■ TASK STATEMENT ■
Give the tally of lines in the listing that include "export". No other words belong in the answer.
::::
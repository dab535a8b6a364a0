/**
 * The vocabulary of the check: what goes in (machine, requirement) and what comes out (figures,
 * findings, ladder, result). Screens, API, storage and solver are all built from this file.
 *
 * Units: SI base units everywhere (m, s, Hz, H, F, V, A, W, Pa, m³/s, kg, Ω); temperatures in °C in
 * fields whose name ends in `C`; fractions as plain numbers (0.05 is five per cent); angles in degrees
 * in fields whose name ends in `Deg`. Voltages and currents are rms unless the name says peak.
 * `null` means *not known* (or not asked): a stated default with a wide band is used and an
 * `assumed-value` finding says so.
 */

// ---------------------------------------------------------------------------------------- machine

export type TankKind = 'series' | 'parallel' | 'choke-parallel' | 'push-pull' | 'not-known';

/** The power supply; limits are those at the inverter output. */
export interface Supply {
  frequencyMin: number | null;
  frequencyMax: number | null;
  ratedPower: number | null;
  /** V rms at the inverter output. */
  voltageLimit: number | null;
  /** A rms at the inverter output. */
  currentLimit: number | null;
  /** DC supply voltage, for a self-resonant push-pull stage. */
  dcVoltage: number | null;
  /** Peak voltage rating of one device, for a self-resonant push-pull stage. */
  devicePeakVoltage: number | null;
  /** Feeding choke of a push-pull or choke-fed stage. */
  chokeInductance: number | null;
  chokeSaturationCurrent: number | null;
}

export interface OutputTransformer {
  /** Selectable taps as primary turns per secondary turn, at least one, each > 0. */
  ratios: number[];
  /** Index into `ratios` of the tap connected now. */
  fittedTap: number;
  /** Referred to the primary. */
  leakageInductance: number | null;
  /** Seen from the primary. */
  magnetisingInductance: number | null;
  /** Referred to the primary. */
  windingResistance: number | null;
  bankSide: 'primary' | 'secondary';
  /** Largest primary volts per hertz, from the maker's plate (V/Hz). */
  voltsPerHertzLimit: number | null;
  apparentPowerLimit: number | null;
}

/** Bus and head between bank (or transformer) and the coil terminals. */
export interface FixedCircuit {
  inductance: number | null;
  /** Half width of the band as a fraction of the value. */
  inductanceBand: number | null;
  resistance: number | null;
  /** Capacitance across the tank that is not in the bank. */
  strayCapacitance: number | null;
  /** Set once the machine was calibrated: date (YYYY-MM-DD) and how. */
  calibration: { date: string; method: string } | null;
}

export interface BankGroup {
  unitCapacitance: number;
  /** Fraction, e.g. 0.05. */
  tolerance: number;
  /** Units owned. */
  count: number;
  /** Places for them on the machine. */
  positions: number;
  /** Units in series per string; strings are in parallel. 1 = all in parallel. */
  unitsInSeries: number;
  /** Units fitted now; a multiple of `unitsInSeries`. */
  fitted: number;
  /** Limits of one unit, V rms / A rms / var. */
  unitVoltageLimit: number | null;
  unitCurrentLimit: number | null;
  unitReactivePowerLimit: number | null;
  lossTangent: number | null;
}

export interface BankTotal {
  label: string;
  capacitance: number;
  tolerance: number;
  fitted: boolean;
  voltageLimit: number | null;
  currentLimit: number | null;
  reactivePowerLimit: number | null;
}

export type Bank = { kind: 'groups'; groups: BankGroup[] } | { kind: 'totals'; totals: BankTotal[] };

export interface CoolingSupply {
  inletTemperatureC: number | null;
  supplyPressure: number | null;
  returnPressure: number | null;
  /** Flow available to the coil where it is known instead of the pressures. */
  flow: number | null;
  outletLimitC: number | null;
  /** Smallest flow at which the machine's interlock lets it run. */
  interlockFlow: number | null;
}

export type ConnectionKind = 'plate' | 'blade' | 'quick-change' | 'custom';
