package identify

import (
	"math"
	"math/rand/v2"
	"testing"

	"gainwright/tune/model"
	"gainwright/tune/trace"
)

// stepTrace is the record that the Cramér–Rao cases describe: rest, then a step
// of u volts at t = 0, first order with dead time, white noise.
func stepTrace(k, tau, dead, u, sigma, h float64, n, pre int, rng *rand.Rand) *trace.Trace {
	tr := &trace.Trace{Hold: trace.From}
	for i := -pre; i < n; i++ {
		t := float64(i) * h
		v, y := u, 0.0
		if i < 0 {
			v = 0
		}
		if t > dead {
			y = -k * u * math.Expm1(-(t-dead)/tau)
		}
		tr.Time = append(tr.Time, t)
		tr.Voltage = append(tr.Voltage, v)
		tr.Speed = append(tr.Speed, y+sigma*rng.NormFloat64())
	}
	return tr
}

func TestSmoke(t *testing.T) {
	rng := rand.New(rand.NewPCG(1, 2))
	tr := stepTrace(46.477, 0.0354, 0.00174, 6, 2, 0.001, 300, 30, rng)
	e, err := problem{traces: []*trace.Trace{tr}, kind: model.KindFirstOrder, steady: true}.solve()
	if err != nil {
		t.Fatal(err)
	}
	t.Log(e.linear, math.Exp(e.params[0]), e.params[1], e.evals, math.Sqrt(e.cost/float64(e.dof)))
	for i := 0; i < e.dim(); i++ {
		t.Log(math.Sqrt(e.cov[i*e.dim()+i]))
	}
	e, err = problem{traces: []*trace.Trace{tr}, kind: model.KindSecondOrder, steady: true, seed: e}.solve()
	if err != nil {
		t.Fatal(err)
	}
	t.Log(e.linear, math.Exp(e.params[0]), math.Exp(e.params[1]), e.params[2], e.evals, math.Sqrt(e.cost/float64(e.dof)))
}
::::
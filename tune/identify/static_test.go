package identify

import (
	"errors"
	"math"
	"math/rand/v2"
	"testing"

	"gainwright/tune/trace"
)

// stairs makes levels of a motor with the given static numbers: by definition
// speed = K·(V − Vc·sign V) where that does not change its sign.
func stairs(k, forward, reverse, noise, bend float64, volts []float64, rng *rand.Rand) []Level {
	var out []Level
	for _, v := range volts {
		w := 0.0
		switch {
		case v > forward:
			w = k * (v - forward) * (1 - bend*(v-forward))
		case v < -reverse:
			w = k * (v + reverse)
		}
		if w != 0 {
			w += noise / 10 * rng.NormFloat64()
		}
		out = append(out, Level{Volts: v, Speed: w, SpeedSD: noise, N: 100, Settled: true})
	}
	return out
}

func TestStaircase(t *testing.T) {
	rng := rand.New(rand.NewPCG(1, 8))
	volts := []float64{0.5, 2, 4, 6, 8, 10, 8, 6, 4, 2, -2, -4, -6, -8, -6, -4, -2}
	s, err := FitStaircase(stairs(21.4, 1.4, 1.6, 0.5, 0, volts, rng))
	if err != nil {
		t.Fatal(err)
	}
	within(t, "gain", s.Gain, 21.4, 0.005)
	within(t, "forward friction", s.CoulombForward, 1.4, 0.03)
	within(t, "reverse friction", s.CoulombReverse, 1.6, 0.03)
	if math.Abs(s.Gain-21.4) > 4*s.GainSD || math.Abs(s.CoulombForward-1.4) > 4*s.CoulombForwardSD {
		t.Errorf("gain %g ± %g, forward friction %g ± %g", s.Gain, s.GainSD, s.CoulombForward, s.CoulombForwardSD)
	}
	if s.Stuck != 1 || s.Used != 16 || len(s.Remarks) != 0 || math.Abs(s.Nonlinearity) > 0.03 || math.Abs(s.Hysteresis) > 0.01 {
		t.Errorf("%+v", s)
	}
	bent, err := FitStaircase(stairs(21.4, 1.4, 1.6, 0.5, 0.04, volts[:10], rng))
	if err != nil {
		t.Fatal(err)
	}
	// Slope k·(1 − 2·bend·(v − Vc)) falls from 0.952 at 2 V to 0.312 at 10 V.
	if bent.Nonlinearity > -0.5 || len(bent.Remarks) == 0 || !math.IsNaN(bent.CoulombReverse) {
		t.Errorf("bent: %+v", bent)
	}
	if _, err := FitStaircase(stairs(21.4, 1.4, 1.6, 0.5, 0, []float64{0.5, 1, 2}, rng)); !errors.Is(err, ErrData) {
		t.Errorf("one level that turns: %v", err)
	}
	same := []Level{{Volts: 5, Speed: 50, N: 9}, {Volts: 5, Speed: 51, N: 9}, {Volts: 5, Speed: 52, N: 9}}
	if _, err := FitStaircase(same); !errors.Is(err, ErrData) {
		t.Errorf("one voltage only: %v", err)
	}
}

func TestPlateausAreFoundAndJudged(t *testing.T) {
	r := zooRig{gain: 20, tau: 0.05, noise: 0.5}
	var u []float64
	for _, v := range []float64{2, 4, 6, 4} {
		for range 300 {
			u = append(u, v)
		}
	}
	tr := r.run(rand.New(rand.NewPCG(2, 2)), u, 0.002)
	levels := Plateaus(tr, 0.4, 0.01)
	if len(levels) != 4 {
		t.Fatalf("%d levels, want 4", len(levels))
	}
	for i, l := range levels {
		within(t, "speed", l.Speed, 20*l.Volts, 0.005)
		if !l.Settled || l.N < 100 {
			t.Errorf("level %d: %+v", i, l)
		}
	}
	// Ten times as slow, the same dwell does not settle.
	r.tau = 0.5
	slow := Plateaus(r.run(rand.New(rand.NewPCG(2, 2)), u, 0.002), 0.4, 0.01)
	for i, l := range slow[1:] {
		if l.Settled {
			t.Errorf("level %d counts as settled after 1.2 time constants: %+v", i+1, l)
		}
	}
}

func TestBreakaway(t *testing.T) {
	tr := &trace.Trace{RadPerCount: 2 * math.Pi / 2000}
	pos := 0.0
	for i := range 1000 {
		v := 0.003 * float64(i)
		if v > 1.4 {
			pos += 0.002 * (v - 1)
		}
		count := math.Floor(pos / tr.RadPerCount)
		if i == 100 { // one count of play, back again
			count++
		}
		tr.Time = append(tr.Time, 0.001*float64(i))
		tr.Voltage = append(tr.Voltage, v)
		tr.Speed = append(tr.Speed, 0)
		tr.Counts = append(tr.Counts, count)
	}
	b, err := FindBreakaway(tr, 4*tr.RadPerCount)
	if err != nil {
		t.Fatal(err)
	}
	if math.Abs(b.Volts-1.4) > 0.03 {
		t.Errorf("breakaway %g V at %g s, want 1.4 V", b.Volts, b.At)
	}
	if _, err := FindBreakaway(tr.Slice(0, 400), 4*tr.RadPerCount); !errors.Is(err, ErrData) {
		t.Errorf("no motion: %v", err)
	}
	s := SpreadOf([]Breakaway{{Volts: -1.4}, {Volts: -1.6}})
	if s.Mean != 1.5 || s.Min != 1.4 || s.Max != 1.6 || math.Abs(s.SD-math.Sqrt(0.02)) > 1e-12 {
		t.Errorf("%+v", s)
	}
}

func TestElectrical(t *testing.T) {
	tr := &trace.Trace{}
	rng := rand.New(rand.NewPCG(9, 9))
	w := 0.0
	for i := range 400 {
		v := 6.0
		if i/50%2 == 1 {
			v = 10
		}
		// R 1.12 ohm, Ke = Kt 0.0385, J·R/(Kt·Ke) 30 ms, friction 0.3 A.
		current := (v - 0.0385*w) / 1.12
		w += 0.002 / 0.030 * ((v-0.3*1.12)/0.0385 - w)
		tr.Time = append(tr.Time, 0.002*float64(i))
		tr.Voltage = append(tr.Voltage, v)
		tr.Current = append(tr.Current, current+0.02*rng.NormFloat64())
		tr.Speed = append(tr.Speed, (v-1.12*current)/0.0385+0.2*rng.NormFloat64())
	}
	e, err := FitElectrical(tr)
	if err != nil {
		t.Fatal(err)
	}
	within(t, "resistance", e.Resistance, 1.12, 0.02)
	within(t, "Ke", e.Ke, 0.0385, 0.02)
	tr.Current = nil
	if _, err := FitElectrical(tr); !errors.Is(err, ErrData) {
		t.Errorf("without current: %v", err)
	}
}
::::
■ RESPONSE TO THE EXERCISE ■
9